ENTRIES PROVIDED
========================================
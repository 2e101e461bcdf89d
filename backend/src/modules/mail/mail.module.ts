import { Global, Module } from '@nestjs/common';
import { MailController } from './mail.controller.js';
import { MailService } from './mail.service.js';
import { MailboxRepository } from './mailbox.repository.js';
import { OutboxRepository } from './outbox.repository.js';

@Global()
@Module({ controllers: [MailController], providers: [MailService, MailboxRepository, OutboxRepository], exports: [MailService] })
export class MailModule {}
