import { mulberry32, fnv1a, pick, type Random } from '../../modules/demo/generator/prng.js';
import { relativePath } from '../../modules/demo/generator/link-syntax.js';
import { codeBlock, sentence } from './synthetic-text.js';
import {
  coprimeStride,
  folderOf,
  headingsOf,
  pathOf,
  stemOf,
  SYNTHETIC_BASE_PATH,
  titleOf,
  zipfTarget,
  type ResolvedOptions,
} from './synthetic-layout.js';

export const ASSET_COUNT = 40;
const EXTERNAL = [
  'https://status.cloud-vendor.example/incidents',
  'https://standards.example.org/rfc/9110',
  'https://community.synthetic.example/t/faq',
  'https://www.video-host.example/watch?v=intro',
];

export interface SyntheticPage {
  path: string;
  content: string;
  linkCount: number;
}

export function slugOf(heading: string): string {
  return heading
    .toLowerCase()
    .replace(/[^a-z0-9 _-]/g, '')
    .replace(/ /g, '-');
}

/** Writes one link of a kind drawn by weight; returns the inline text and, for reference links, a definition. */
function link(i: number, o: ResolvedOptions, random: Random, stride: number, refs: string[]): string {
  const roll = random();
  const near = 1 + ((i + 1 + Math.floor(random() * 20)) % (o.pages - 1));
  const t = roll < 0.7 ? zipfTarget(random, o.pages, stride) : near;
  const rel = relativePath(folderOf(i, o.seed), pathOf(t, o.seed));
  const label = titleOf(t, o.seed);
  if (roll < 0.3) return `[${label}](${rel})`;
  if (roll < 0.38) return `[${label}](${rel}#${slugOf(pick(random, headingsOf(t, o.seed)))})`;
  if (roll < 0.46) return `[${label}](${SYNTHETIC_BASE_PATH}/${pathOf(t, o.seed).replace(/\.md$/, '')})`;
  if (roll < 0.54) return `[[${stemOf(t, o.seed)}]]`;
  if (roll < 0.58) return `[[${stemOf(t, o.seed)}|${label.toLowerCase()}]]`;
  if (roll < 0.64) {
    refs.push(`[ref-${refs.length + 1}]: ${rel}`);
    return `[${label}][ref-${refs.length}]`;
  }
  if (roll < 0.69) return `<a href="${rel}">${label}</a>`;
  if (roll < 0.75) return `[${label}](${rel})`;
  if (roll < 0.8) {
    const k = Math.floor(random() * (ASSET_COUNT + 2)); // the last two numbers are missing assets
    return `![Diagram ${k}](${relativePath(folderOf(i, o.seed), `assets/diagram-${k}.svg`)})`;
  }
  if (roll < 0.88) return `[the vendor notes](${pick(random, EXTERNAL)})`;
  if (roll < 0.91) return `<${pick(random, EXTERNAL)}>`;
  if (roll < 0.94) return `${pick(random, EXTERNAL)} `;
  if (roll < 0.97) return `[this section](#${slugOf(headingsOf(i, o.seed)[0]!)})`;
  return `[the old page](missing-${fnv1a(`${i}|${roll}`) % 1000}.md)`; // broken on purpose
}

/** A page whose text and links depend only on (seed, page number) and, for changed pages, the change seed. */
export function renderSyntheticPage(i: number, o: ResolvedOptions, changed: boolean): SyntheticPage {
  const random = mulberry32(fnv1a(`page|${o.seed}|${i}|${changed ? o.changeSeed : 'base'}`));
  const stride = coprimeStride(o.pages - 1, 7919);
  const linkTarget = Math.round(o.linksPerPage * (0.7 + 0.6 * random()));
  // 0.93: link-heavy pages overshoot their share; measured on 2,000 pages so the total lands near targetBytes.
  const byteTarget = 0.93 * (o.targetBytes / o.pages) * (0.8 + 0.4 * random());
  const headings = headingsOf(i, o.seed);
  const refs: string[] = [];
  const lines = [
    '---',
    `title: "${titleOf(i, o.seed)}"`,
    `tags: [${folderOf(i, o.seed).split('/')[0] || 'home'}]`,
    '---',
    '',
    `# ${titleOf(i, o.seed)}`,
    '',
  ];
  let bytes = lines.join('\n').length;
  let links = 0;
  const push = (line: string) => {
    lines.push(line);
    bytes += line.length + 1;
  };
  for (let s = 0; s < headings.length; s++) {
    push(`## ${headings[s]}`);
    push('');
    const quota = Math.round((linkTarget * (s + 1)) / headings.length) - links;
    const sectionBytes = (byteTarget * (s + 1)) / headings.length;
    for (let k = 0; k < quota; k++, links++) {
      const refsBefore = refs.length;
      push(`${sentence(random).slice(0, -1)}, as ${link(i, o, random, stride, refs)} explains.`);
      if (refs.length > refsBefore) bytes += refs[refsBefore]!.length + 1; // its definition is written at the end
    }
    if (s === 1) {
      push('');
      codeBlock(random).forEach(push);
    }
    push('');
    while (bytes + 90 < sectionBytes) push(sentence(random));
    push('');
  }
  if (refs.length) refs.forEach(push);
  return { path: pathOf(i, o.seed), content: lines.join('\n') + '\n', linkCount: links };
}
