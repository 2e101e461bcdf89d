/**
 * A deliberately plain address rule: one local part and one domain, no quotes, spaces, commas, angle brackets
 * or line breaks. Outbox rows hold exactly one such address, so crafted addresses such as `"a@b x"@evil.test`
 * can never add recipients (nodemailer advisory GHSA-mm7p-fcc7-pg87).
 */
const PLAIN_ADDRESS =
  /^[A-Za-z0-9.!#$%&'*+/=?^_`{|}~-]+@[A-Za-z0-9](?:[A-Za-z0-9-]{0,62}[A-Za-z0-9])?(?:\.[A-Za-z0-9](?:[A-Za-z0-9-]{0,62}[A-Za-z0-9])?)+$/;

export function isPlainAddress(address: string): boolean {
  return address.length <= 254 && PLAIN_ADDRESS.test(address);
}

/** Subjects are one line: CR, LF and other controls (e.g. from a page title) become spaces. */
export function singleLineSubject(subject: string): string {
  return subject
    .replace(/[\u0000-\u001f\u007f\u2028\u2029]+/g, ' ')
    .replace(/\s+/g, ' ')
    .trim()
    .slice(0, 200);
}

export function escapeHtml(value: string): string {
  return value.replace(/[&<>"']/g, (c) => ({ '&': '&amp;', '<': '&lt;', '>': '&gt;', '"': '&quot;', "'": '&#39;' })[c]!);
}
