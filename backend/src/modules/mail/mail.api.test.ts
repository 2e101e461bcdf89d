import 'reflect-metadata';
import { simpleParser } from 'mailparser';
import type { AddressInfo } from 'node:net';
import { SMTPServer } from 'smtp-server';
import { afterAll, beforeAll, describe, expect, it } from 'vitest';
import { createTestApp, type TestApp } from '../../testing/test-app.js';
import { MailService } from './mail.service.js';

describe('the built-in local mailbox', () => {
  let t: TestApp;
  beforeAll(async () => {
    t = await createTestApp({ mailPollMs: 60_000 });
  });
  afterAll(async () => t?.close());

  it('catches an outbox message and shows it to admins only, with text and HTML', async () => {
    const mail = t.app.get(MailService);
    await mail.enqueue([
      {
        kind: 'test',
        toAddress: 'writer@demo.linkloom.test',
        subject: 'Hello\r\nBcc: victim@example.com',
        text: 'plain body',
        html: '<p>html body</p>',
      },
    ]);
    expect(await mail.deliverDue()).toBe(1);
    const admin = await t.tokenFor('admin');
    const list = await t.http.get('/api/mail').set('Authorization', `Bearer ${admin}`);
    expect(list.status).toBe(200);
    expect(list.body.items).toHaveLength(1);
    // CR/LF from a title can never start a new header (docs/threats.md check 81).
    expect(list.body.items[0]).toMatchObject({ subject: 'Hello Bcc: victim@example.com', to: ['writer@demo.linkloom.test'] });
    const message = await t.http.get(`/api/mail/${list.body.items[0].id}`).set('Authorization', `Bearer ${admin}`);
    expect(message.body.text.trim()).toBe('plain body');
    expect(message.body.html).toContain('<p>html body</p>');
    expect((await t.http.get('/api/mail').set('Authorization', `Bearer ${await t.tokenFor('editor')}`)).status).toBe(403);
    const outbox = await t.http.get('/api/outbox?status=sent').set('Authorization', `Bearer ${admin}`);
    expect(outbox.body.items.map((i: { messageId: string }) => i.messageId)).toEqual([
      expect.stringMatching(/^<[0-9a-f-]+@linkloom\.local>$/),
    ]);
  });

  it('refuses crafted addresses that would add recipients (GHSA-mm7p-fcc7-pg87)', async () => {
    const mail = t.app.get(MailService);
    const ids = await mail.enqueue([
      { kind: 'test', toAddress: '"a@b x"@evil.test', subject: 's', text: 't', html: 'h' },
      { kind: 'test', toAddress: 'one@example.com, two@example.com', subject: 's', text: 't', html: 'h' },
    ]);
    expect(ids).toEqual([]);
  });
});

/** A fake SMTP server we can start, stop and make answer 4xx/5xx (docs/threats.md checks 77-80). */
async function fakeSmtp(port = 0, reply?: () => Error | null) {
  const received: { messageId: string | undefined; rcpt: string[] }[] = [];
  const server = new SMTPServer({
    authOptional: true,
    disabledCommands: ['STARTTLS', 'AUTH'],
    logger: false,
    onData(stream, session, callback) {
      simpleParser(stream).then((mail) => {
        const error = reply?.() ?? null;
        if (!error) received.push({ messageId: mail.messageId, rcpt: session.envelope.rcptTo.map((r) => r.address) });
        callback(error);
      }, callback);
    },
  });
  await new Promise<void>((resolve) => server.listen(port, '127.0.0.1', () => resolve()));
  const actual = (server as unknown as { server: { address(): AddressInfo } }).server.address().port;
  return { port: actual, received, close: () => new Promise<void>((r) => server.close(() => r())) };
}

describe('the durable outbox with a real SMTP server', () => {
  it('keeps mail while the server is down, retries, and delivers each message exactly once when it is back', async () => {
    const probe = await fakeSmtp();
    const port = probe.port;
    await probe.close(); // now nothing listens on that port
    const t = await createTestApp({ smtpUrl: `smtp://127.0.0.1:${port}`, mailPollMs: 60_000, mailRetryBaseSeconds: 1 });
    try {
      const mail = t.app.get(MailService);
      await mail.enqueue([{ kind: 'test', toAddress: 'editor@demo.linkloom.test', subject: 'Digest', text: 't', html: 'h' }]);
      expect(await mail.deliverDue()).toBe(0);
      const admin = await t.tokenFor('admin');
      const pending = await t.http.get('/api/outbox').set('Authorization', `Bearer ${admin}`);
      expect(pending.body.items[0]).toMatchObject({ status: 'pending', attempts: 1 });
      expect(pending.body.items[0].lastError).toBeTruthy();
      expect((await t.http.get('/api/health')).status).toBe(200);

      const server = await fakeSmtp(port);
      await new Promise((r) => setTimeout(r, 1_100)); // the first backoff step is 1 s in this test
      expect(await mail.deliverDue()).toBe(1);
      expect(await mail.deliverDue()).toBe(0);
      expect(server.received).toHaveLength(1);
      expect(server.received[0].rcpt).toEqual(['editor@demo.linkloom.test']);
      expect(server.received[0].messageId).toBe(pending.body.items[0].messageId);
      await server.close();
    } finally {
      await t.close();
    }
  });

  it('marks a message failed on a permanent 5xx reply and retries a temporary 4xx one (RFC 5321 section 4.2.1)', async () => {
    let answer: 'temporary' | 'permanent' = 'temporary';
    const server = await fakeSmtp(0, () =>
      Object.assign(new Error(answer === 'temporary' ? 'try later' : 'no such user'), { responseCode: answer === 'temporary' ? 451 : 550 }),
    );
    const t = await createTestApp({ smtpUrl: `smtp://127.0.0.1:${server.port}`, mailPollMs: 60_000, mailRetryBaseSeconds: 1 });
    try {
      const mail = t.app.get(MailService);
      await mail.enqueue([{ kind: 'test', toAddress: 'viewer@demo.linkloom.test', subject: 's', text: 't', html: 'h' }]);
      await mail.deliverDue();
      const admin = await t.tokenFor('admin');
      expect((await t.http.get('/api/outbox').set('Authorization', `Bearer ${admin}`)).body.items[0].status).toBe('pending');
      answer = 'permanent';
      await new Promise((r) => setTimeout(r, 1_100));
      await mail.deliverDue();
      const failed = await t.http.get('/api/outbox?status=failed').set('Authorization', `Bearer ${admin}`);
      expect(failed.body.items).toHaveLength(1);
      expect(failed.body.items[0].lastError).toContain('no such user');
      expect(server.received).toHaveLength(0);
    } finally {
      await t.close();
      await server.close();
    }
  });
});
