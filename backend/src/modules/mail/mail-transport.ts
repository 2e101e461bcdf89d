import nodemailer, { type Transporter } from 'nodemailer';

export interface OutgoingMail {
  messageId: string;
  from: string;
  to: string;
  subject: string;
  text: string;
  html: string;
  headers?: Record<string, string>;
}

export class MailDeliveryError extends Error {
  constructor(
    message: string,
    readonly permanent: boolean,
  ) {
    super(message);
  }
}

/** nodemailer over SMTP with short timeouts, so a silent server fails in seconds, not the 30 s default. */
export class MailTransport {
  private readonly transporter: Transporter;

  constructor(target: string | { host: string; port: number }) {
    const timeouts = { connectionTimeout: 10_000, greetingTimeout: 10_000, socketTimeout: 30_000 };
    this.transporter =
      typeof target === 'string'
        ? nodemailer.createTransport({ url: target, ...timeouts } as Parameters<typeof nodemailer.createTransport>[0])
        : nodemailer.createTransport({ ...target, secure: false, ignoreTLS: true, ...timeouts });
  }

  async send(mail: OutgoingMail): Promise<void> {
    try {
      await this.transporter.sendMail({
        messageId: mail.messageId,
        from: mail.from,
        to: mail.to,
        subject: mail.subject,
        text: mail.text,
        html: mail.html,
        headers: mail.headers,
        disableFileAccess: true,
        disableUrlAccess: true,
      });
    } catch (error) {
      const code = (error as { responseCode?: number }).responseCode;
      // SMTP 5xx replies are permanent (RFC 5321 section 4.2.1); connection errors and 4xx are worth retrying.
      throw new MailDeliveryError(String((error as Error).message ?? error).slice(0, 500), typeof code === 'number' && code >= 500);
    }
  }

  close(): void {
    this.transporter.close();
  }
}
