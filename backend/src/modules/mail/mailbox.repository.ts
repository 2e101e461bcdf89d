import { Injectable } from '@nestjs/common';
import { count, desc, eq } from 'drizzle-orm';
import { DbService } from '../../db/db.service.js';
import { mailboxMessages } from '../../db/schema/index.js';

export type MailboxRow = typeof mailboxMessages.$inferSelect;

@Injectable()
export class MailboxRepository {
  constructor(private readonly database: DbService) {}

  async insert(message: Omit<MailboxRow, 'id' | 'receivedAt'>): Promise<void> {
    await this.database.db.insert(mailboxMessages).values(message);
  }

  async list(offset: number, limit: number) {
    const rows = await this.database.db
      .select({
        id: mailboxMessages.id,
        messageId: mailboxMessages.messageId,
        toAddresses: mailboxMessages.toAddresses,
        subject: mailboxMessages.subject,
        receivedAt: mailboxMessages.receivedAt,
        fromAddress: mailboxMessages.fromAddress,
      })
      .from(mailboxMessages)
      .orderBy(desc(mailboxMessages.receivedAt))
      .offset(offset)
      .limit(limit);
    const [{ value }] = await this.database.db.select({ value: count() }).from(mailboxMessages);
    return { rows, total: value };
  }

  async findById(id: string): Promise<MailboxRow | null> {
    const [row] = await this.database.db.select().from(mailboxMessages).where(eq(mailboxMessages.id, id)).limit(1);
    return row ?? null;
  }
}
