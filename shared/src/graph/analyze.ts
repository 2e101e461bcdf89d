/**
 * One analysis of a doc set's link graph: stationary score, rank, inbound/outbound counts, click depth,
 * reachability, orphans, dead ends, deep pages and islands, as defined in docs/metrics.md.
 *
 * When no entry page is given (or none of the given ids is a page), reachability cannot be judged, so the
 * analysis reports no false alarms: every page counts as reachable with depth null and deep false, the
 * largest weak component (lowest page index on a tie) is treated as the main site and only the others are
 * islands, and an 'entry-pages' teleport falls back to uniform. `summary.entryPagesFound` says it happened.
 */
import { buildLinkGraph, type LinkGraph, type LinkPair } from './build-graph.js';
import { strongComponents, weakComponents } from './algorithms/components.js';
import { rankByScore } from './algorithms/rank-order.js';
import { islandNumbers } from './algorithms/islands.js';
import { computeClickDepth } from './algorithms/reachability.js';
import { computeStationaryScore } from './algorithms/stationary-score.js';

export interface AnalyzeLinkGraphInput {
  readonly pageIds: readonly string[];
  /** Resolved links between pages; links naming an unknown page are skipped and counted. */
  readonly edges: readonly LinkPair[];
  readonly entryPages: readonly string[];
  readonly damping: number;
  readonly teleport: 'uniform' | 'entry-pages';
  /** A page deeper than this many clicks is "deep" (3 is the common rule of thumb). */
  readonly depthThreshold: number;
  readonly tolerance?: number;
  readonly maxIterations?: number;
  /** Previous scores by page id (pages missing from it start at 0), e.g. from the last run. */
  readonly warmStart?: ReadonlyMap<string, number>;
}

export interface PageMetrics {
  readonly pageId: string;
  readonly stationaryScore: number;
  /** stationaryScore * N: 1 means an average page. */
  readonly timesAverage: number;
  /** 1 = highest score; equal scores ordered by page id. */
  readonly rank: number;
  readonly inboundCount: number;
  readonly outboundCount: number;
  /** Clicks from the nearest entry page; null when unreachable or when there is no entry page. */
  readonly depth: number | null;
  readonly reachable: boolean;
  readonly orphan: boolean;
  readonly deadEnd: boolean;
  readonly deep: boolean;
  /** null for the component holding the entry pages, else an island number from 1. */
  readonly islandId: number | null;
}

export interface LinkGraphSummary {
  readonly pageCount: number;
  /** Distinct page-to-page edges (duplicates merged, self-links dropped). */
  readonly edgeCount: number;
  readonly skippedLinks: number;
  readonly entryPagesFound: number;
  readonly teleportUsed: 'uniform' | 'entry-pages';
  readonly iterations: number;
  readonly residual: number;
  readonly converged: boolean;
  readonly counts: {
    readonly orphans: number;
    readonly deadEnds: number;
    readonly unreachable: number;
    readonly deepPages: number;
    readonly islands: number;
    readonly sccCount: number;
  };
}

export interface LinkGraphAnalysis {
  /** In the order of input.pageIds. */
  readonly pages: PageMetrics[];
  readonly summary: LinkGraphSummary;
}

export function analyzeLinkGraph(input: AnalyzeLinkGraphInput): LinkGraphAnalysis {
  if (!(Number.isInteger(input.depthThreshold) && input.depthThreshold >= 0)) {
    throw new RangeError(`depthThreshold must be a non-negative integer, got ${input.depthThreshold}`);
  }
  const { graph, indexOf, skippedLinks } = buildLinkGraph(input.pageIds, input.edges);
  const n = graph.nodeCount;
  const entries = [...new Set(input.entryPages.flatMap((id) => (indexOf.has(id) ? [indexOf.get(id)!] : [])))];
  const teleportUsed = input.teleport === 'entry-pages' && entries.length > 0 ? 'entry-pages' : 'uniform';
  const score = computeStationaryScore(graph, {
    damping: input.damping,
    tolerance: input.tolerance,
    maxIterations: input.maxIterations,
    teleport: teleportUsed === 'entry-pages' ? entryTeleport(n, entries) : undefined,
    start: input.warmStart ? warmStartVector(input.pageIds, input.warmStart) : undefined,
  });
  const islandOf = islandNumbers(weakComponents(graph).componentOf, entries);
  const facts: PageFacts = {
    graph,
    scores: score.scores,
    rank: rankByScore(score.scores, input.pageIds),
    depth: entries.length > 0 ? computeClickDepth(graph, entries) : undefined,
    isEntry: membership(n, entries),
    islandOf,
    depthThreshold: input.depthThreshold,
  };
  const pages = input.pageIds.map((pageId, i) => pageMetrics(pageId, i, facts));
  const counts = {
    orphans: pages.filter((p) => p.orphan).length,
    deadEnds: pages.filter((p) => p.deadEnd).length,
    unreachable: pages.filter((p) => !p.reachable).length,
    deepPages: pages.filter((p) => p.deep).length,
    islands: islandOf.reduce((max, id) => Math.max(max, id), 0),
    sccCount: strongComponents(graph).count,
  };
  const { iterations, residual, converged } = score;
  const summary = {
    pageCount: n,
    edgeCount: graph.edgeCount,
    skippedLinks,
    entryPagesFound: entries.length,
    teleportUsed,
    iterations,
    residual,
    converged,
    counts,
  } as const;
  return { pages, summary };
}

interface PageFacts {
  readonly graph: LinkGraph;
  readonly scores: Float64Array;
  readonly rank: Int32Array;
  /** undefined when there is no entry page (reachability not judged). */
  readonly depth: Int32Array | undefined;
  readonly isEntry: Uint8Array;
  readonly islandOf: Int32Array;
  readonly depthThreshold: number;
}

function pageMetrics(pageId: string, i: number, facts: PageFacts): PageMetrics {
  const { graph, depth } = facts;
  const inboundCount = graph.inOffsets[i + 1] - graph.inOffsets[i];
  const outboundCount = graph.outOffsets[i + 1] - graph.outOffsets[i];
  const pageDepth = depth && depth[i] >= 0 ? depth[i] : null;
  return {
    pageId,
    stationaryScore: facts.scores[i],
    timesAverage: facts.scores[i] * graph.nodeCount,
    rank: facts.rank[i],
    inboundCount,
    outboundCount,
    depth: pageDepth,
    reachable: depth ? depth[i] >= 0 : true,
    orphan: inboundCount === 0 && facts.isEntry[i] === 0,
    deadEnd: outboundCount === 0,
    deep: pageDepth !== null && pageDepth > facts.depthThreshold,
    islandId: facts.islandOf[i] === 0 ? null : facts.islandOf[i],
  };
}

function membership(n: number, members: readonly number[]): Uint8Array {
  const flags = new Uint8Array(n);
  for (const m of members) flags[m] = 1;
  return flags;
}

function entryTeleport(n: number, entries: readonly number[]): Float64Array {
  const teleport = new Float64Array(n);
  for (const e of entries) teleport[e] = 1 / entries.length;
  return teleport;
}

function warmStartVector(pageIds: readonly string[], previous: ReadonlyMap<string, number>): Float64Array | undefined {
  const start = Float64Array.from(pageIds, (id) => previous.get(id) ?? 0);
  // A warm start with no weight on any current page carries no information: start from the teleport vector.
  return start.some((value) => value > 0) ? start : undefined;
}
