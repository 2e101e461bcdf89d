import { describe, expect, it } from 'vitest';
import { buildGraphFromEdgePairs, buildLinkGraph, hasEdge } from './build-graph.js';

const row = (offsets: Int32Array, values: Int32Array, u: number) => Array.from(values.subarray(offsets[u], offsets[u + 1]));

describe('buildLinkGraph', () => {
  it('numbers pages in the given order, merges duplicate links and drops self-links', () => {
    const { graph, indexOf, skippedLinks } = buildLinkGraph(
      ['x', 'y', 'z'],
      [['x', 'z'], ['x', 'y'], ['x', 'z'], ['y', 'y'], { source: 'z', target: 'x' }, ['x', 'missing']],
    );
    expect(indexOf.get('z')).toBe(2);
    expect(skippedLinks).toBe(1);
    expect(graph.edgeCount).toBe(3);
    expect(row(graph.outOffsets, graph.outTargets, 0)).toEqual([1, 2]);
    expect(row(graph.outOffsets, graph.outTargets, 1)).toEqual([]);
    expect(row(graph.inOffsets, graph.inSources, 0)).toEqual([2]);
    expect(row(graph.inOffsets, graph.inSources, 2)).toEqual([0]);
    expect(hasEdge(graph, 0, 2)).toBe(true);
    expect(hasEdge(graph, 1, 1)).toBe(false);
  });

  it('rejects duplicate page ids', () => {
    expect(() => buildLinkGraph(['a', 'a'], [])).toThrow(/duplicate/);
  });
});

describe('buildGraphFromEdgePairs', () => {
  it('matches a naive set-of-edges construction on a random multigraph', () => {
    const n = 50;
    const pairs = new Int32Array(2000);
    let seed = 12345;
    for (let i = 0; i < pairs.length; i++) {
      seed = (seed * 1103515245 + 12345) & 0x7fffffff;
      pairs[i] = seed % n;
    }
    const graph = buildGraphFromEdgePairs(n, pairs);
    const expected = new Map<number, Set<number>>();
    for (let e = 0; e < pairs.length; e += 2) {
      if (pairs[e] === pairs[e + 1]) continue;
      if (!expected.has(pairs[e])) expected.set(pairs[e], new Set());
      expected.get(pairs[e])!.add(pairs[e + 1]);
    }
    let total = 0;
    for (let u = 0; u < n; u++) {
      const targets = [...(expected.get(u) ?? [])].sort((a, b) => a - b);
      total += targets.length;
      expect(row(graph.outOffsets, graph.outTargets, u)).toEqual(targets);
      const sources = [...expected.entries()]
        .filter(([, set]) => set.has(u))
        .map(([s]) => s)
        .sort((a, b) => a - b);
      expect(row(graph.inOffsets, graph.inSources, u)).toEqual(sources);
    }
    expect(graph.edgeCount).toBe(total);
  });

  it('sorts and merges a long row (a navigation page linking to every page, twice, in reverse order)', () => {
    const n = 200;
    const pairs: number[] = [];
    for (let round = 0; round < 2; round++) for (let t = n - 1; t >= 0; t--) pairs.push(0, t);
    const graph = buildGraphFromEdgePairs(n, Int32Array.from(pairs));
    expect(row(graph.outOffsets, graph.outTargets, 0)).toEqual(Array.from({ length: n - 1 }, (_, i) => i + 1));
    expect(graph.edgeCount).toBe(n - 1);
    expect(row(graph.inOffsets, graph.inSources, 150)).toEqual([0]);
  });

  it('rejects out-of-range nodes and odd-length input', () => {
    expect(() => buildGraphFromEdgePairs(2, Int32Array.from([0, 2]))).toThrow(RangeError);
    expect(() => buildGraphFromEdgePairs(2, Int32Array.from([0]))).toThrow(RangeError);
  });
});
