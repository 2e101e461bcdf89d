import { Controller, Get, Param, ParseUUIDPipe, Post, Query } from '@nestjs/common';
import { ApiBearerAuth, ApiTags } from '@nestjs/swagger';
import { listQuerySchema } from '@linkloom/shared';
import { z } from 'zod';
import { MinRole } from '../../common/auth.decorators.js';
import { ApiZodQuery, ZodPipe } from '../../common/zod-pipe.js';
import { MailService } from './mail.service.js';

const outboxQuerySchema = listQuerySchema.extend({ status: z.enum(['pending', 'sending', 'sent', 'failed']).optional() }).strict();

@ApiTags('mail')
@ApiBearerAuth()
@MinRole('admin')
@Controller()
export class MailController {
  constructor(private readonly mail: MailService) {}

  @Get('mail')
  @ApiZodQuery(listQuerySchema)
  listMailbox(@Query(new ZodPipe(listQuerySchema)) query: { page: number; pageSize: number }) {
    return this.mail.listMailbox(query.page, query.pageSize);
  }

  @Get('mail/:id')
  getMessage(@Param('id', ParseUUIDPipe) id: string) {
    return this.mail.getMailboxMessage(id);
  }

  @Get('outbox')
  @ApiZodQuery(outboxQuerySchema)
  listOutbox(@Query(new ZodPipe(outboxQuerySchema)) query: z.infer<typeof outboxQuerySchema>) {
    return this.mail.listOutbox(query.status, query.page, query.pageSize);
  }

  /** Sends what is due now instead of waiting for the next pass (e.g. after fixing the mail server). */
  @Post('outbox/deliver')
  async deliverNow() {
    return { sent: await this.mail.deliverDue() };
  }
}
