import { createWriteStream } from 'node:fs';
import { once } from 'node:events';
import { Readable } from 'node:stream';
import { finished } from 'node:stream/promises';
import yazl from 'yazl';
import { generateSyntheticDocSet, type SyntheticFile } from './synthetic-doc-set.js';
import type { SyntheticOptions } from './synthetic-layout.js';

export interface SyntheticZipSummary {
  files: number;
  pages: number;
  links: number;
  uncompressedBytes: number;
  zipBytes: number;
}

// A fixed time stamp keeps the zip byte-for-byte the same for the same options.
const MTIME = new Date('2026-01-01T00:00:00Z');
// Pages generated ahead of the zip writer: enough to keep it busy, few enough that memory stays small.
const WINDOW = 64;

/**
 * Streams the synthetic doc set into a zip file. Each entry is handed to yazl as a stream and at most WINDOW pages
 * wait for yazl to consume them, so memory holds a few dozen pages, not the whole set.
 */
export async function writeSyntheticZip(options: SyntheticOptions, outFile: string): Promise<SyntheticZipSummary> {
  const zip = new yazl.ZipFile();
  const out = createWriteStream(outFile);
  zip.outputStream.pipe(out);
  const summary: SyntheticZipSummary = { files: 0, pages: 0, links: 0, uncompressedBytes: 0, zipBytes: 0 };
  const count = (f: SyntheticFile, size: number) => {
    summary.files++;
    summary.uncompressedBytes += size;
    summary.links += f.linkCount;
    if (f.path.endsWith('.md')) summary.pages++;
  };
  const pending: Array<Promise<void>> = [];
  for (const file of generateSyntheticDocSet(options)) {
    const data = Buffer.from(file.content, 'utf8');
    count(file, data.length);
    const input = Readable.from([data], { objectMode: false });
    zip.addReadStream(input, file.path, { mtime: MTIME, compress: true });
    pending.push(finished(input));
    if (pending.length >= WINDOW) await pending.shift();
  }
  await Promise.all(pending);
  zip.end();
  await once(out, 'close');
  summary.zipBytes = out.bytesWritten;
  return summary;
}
========================================
REQUIRED ACTION
For the records above, state how many lines include the string "zipfTarget", giving the number and nothing else.

TASK OUTPUT
2